Ces contes de la montagne peuvent prendre de l'un à l'autre des tours très variés. On y trouve de la dureté, de la rudesse, de la méchanceté chez les personnages, mais aussi parfois, de l'humour, de la tendresse, de l'émotion et de la légèreté. Les thèmes sont variés, conflits entre hommes, conflits entre femmes, conflits dans les couples, difficultés des relations amoureuses, questions d'argent, de maladie, importance du clergé et de l'église.

De même que les enfants, les femmes sont souvent actrices dans ces saynètes, qu'elles en soient le sujet ou l'objet, victimes ou non des hommes, jeunes ou vieilles. Torga les appelle par leur prénom, et en tout cas leur manifeste clairement considération et affection, mettant en avant des qualités et des mérites que les hommes des villages ne leur reconnaissaient pas nécessairement.

Pour illustrer le propos, voici le résumé d'un de ces contes intitulé " Ennemies" :
Sofia et Cacilda, deux amies, s'entichent du même garçon à une fête de village. La raison pour laquelle elles se brouillent, bien inutilement d'ailleurs, puisque ce séducteur les délaisse l'une et l'autre, mais rien ne semble pouvoir les réconcilier. Elles jettent simultanément leur dévolu sur deux autres garçons, se marient la même semaine, sans invitation réciproque, se retrouvent immédiatement enceintes et accouchent la même semaine.

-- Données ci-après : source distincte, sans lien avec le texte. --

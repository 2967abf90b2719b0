package mixing

import (
	"errors"
	"fmt"
	"math"
	"math/rand/v2"
	"strings"
	"testing"

	"github.com/antipode-color/antipode/colorimetry"
)

// ladderFractions is a usual tint ladder: masstone and tints down to 1:50
// (common practice, no source).
var ladderFractions = []float64{1, 0.5, 0.25, 0.1, 0.05, 0.02}

// synthLadders measures tint ladders of every chromatic colorant of the
// true model p (plus two films of the white alone), adding seeded normal
// noise of standard deviation sigma to the measured reflectance. Held-out
// tints at 0.15 are appended when heldOut is true.
func synthLadders(t testing.TB, p *Pigments, fractions []float64, sigma float64, seed uint64, heldOut bool) []LadderSample {
	t.Helper()
	rng := rand.New(rand.NewPCG(seed, 2))
	noisy := func(r colorimetry.Spectrum) colorimetry.Spectrum {
		v := r.Values(nil)
		for i := range v {
			v[i] += sigma * rng.NormFloat64()
		}
		s, err := colorimetry.NewSpectrumOnGrid(r.Grid(), v, colorimetry.Options{})
		if err != nil {
			t.Fatal(err)
		}
		return s
	}
	var out []LadderSample
	for k := range 2 {
		r := mustReflectance(t, p, []Amount{{p.White, 1}})
		out = append(out, LadderSample{Name: fmt.Sprintf("white-%d", k), Colorant: p.White, Fraction: 1, Reflectance: noisy(r)})
	}
	for _, c := range p.Colorants[1:] {
		fs := fractions
		if heldOut {
			fs = append(append([]float64(nil), fractions...), 0.15)
		}
		for i, f := range fs {
			r := mustReflectance(t, p, []Amount{{c.Name, f}, {p.White, 1 - f}})
			out = append(out, LadderSample{Name: fmt.Sprintf("%s@%g", c.Name, f), Colorant: c.Name, Fraction: f,
				Reflectance: noisy(r), HeldOut: heldOut && i == len(fs)-1})
		}
	}
	return out
}

// TestFitRecovers checks that the fit recovers known K and S from
// synthetic ladders with noise within three of its own standard
// uncertainties (seeded synthetic data). The uncertainties come from the
// residual variance with 17 degrees of freedom per band (26 films, 9
// unknowns), so the normalised errors follow Student's t with 17 degrees
// of freedom, not the normal law: P(|t| > 3) = 0.8 % (t tables, from
// memory), 1.2 of the 155 values expected beyond 3σ. The test allows at
// most 3 beyond 3σ (Poisson tail P(≥ 4) ≈ 3 %), none beyond 5σ, and
// bounds the RMS normalised error so that the uncertainties are neither
// far too large nor too small. Over 40 seeds (9920 values) the RMS was
// 1.07 and 0.8 % lay beyond 3σ, as the t law says.
func TestFitRecovers(t *testing.T) {
	t.Parallel()
	truth := synthModel(4)
	const sigma = 0.002 // reflectance noise, a good spectrophotometer (common practice, no source)
	samples := synthLadders(t, truth, ladderFractions, sigma, 7, true)
	fit, err := FitPigments(samples, FitOptions{Surface: truth.Surface})
	if err != nil {
		t.Fatal(err)
	}
	p := fit.Model
	if p.White != "white" || len(p.Colorants) != 5 {
		t.Fatalf("white %q, %d colorants", p.White, len(p.Colorants))
	}
	var n, beyond3 int
	var z2 float64
	for _, tc := range truth.Colorants {
		got := p.Colorants[p.index(tc.Name)]
		for l := range tc.K {
			for _, v := range []struct {
				what       string
				est, want  float64
				u          float64
				fixedScale bool
			}{
				{"K", got.K[l], tc.K[l], fit.UK[tc.Name][l], false},
				{"S", got.S[l], tc.S[l], fit.US[tc.Name][l], tc.Name == p.White},
			} {
				if v.fixedScale {
					if v.est != 1 {
						t.Errorf("white S = %g, want the unit 1", v.est)
					}
					continue
				}
				if math.IsNaN(v.u) || !(v.u > 0) {
					t.Errorf("%s %s at %g nm: no uncertainty (%g)", tc.Name, v.what, p.Grid.Wavelength(l), v.u)
					continue
				}
				z := (v.est - v.want) / v.u
				n++
				z2 += z * z
				if math.Abs(z) > 3 {
					beyond3++
					t.Logf("%s %s at %g nm: %.5g ± %.2g, true %.5g (%.1fσ)", tc.Name, v.what, p.Grid.Wavelength(l), v.est, v.u, v.want, z)
				}
				if math.Abs(z) > 5 {
					t.Errorf("%s %s at %g nm: %.5g ± %.2g, true %.5g (%.1fσ)", tc.Name, v.what, p.Grid.Wavelength(l), v.est, v.u, v.want, z)
				}
			}
		}
	}
	if beyond3 > 3 {
		t.Errorf("%d of %d values beyond 3σ", beyond3, n)
	}
	// RMS of the normalised errors: √(17/15) = 1.06 for t with 17 degrees
	// of freedom; 0.6–1.6 allows for the sampling spread of 155 correlated
	// values.
	if rz := math.Sqrt(z2 / float64(n)); rz < 0.6 || rz > 1.6 {
		t.Errorf("RMS normalised error %.2f over %d values", rz, n)
	}
	rep := p.Fit
	if rep == nil || rep.HeldOut == nil || rep.HeldOut.N != 4 {
		t.Fatalf("fit report: %+v", rep)
	}
	// The model reproduces its training data to the noise: RMS spectral
	// residual within 30 % of σ (more parameters than noise allows), and
	// the held-out tints to ΔE00 < 0.5 (common practice, no source).
	if rep.RMS > 1.3*sigma || rep.RMS < 0.5*sigma {
		t.Errorf("RMS spectral residual %g for noise %g", rep.RMS, sigma)
	}
	if rep.HeldOut.Max > 0.5 {
		t.Errorf("held-out ΔE00 max %g", rep.HeldOut.Max)
	}
	for _, w := range rep.Warnings {
		t.Errorf("unexpected warning: %s", w)
	}
}

// TestFitBackings checks the calibration from drawdowns over black and
// white backings that do not hide: Kubelka's two-backing formulas recover
// R∞, and with noise-free data the fit recovers K and S exactly (to 1e-6
// relative: round-off of the NNLS solve), whatever the film thickness.
func TestFitBackings(t *testing.T) {
	t.Parallel()
	truth := synthModel(3)
	g := truth.Grid
	card := func(v float64) colorimetry.Spectrum {
		vals := make([]float64, g.N)
		for i := range vals {
			vals[i] = truth.Surface.Measured(v + 0.01*float64(i)/float64(g.N))
		}
		s, _ := colorimetry.NewSpectrumOnGrid(g, vals, colorimetry.Options{})
		return s
	}
	black, white := card(0.02), card(0.8)
	gb := make([]float64, g.N)
	gw := make([]float64, g.N)
	for l := range g.N {
		gb[l] = truth.Surface.Internal(black.Value(l))
		gw[l] = truth.Surface.Internal(white.Value(l))
	}
	samples := []LadderSample{
		{Name: "card-black", Backing: BackingBlack, Reflectance: black},
		{Name: "card-white", Backing: BackingWhite, Reflectance: white},
		{Name: "white", Colorant: "white", Fraction: 1, Reflectance: mustReflectance(t, truth, []Amount{{"white", 1}})},
	}
	for ci, c := range truth.Colorants[1:] {
		for fi, f := range ladderFractions {
			x := 0.3 + 0.2*float64((ci+fi)%3) // film thickness, in units of 1/S_white
			for _, b := range []Backing{BackingBlack, BackingWhite} {
				vals := make([]float64, g.N)
				for l := range g.N {
					w := truth.Colorants[0]
					k := f*c.K[l] + (1-f)*w.K[l]
					s := f*c.S[l] + (1-f)*w.S[l]
					rg := gb[l]
					if b == BackingWhite {
						rg = gw[l]
					}
					vals[l] = truth.Surface.Measured(LayerReflectance(k, s, x, rg))
				}
				r, _ := colorimetry.NewSpectrumOnGrid(g, vals, colorimetry.Options{})
				samples = append(samples, LadderSample{Name: fmt.Sprintf("%s@%g/%s", c.Name, f, b), Colorant: c.Name, Fraction: f, Backing: b, Reflectance: r})
			}
		}
	}
	fit, err := FitPigments(samples, FitOptions{Surface: truth.Surface})
	if err != nil {
		t.Fatal(err)
	}
	for _, tc := range truth.Colorants {
		got := fit.Model.Colorants[fit.Model.index(tc.Name)]
		for l := range tc.K {
			if !closeRel(got.K[l], tc.K[l], 1e-6) || !closeRel(got.S[l], tc.S[l], 1e-6) {
				t.Errorf("%s at %g nm: K %.8g S %.8g, true %.8g %.8g", tc.Name, g.Wavelength(l), got.K[l], got.S[l], tc.K[l], tc.S[l])
			}
		}
	}
	// The report predicts each drawdown at its fitted thickness: noise-free
	// data give ΔE00 near 0 (the thickness is a median over bands; 0.01).
	if fit.Model.Fit.Training.Max > 0.01 {
		t.Errorf("drawdown residual ΔE00 max %g", fit.Model.Fit.Training.Max)
	}
}

func closeRel(a, b, tol float64) bool { return math.Abs(a-b) <= tol*math.Max(math.Abs(b), 1e-3) }

// TestFitBadInput checks that calibration data that cannot determine the
// model give errors naming the sample and place, and that reflectances of
// 0 or 1 are clamped with a warning rather than giving infinite K/S.
func TestFitBadInput(t *testing.T) {
	t.Parallel()
	truth := synthModel(2)
	good := synthLadders(t, truth, ladderFractions, 0, 1, false)
	for i := range good {
		good[i].Place = fmt.Sprintf("ladders.csv:%d", i+2)
	}
	edit := func(f func([]LadderSample) []LadderSample) []LadderSample {
		return f(append([]LadderSample(nil), good...))
	}
	for _, tc := range []struct {
		name    string
		samples []LadderSample
		opt     FitOptions
		want    []string
		is      error
	}{
		{"one point", edit(func(s []LadderSample) []LadderSample {
			var out []LadderSample
			for _, x := range s {
				if x.Colorant != "lemon" || x.Fraction == 0.5 {
					out = append(out, x)
				}
			}
			return out
		}), FitOptions{}, []string{"lemon", "one mass fraction", "ladders.csv:"}, ErrLadder},
		{"no white", edit(func(s []LadderSample) []LadderSample { return s[2:] }), FitOptions{White: "white"}, []string{"white"}, ErrLadder},
		{"unpaired drawdown", edit(func(s []LadderSample) []LadderSample {
			s[5].Backing = BackingBlack
			return append(s, LadderSample{Name: "card", Backing: BackingWhite, Reflectance: s[0].Reflectance})
		}), FitOptions{}, []string{s5(good), "partner over white"}, ErrLadder},
		{"no white card", edit(func(s []LadderSample) []LadderSample {
			s[5].Backing = BackingBlack
			return s
		}), FitOptions{}, []string{"bare white card"}, ErrLadder},
		{"bad fraction", edit(func(s []LadderSample) []LadderSample {
			s[4].Fraction = 1.5
			return s
		}), FitOptions{}, []string{"fraction 1.5", good[4].Place}, nil},
		{"unknown white", good, FitOptions{White: "chalk"}, []string{"chalk"}, ErrLadder},
		{"no colorant", edit(func(s []LadderSample) []LadderSample {
			s[3].Colorant = ""
			return s
		}), FitOptions{}, []string{good[3].Place, "no colorant"}, ErrLadder},
	} {
		_, err := FitPigments(tc.samples, tc.opt)
		if err == nil {
			t.Errorf("%s: no error", tc.name)
			continue
		}
		if tc.is != nil && !errors.Is(err, tc.is) {
			t.Errorf("%s: %v does not wrap %v", tc.name, err, tc.is)
		}
		for _, w := range tc.want {
			if !strings.Contains(err.Error(), w) {
				t.Errorf("%s: error %q lacks %q", tc.name, err, w)
			}
		}
	}

	// A masstone measured as 0 and a white as 1 at some wavelengths: the
	// fit runs, clamps and says so.
	clamped := edit(func(s []LadderSample) []LadderSample {
		for i := range s {
			if s[i].Colorant == "amber" && s[i].Fraction == 1 {
				v := s[i].Reflectance.Values(nil)
				v[0], v[1] = 0, 0
				s[i].Reflectance, _ = colorimetry.NewSpectrumOnGrid(s[i].Reflectance.Grid(), v, colorimetry.Options{})
			}
		}
		return s
	})
	fit, err := FitPigments(clamped, FitOptions{Surface: truth.Surface})
	if err != nil {
		t.Fatal(err)
	}
	if !hasWarning(fit.Model.Fit.Warnings, "clamped") {
		t.Errorf("no clamp warning: %q", fit.Model.Fit.Warnings)
	}
	for _, c := range fit.Model.Colorants {
		for l := range c.K {
			if math.IsNaN(c.K[l]) || math.IsInf(c.K[l], 0) || math.IsNaN(c.S[l]) {
				t.Fatalf("%s: non-finite K or S after clamping", c.Name)
			}
		}
	}

	// Short and narrow ladders: warnings, not errors.
	var short []LadderSample
	for _, s := range good {
		if s.Colorant == "white" || s.Fraction == 1 || s.Fraction == 0.5 {
			short = append(short, s)
		}
	}
	fit, err = FitPigments(short, FitOptions{Surface: truth.Surface})
	if err != nil {
		t.Fatal(err)
	}
	if !hasWarning(fit.Model.Fit.Warnings, "two mixes") || !hasWarning(fit.Model.Fit.Warnings, "poorly separated") {
		t.Errorf("short, narrow ladders: warnings %q", fit.Model.Fit.Warnings)
	}
}

func s5(s []LadderSample) string { return s[5].Place }

func hasWarning(ws []string, sub string) bool {
	for _, w := range ws {
		if strings.Contains(w, sub) {
			return true
		}
	}
	return false
}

Cacilda a du lait "pour nourrir un régiment" (dans le texte!) alors que Sofia, malade après l'accouchement n'en a pas du tout. Le bébé dépérit. La nurse Rosa, sans rien dire à Sofia, mais avec l'accord de Cacilda, parvient à l'éloigner momentanément de sa mère pour l'emmener à la tétée. Il croît et embellit "comme un cochon de lait". Sofia s'étonne, s'interroge et a de plus en plus de doutes. Un jour, elle suit Rosa, la voit confier le bébé à Cacilda, assise sur un banc de la place du village et qui ouvre sa chemise. Devant la scène, Sofia, émerveillée, lance: "prends garde à ce qu'il ne s'étouffe pas!".
Cette chute conduit le lecteur à imaginer la suite, Miguel Torga utilise le même procédé dans la plupart des contes.

 

Un homme au caractère entier
La première édition de ces Contes de la Montagne date de 1941, et l'ouvrage fut immédiatement saisi et interdit par la censure du pouvoir dictatorial. Torga purgea même deux mois de prison. Après quoi, il procéda à une seconde mini-édition en trois exemplaires qu'il envoya au Brésil, où ils furent imprimés et envoyés par la poste, donc avec confidentialité, aux Portugais qui en passaient commande. Un succès d'estime entraînant un succès commercial.

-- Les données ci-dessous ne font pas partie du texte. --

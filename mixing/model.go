package mixing

import (
	"encoding/json"
	"errors"
	"fmt"
	"io"
	"sort"
)

// Schema is the version tag of antipode's model files. A model file is a
// JSON object {"schema": Schema, "kind": KIND, "model": {…}} where KIND names
// the model family ("lights", "dyes", "pigments", "halftone") and "model"
// holds that family's own fields. Readers reject other schema versions.
const Schema = "antipode-model/1"

// ErrSchema reports a model file of another schema or an unknown kind.
var ErrSchema = errors.New("not an antipode model file of a known schema and kind")

// Model is a fitted mixing model that can be saved. Kind returns the
// family name written into the file.
type Model interface {
	Kind() string
}

// envelope is the on-disk form of a model file.
type envelope struct {
	Schema string          `json:"schema"`
	Kind   string          `json:"kind"`
	Model  json.RawMessage `json:"model"`
}

// decoders maps a kind to the function that decodes its "model" object.
var decoders = map[string]func(json.RawMessage) (Model, error){}

// register makes a model family loadable; each family calls it from an
// init function.
func register(kind string, decode func(json.RawMessage) (Model, error)) {
	if _, dup := decoders[kind]; dup {
		panic("mixing: model kind registered twice: " + kind)
	}
	decoders[kind] = decode
}

// Kinds returns the model families that Load understands, sorted.
func Kinds() []string {
	k := make([]string, 0, len(decoders))
	for n := range decoders {
		k = append(k, n)
	}
	sort.Strings(k)
	return k
}

// Save writes m as a model file, indented for people to read.
func Save(w io.Writer, m Model) error {
	body, err := json.Marshal(m)
	if err != nil {
		return fmt.Errorf("encoding %s model: %w", m.Kind(), err)
	}
	enc := json.NewEncoder(w)
	enc.SetIndent("", "  ")
	return enc.Encode(envelope{Schema: Schema, Kind: m.Kind(), Model: body})
}

// Load reads a model file written by Save and returns the model; its
// dynamic type is the family's model type. It returns an error wrapping
// ErrSchema for another schema or an unknown kind, and the family's own
// validation errors.
func Load(r io.Reader) (Model, error) {
	var e envelope
	dec := json.NewDecoder(r)
	if err := dec.Decode(&e); err != nil {
		return nil, fmt.Errorf("model file: %w", err)
	}
	if e.Schema != Schema {
		return nil, fmt.Errorf("%w: schema %q (want %q)", ErrSchema, e.Schema, Schema)
	}
	d, ok := decoders[e.Kind]
	if !ok {
		return nil, fmt.Errorf("%w: kind %q (known: %v)", ErrSchema, e.Kind, Kinds())
	}
	if len(e.Model) == 0 {
		return nil, fmt.Errorf("%w: no \"model\" object", ErrSchema)
	}
	m, err := d(e.Model)
	if err != nil {
		return nil, fmt.Errorf("%s model: %w", e.Kind, err)
	}
	return m, nil
}

// gridJSON is the wavelength grid of a model file: {"start_nm", "step_nm",
// "n"}, the same in every model family.
type gridJSON struct {
	Start float64 `json:"start_nm"`
	Step  float64 `json:"step_nm"`
	N     int     `json:"n"`
}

Après la chute de la royauté en 1910, et l'échec du régime républicain ayant débouché sur la prise du pouvoir par Salazar en 1926, le "nouveau pouvoir" en 1941, après 15 ans d'exercice, avait davantage besoin de signes de progrès à adresser au peuple portugais et à la communauté internationale que de témoignages décrivant un Portugal  agraire et misérable, comme les Contes de la Montagne.

Mais c'est surtout son activisme et son opposition ouvertement déclarée à l'Estado Novo qui lui valent quelques mois de prison, d'où il ressort un jour sans procès ni explications, mais en évitant la déportation aux îles du Cap Vert. Le poète qu'il est, met son talent au service de pamphlets très violents, le plus souvent rapidement censurés et saisis, et à la rédaction de son ouvrage principal "La création du monde", une vaste autobiographie (en Francais chez Garnier Flammarion n° 1042). Cette intense activité littéraire et son engagement politique ne l'empêcheront jamais d'exercer la médecine, avec le plus grand dévouement, dans son cabinet proche de Coimbra: "le médecin bolchevik", comme l'appelaient affectueusement ses patients...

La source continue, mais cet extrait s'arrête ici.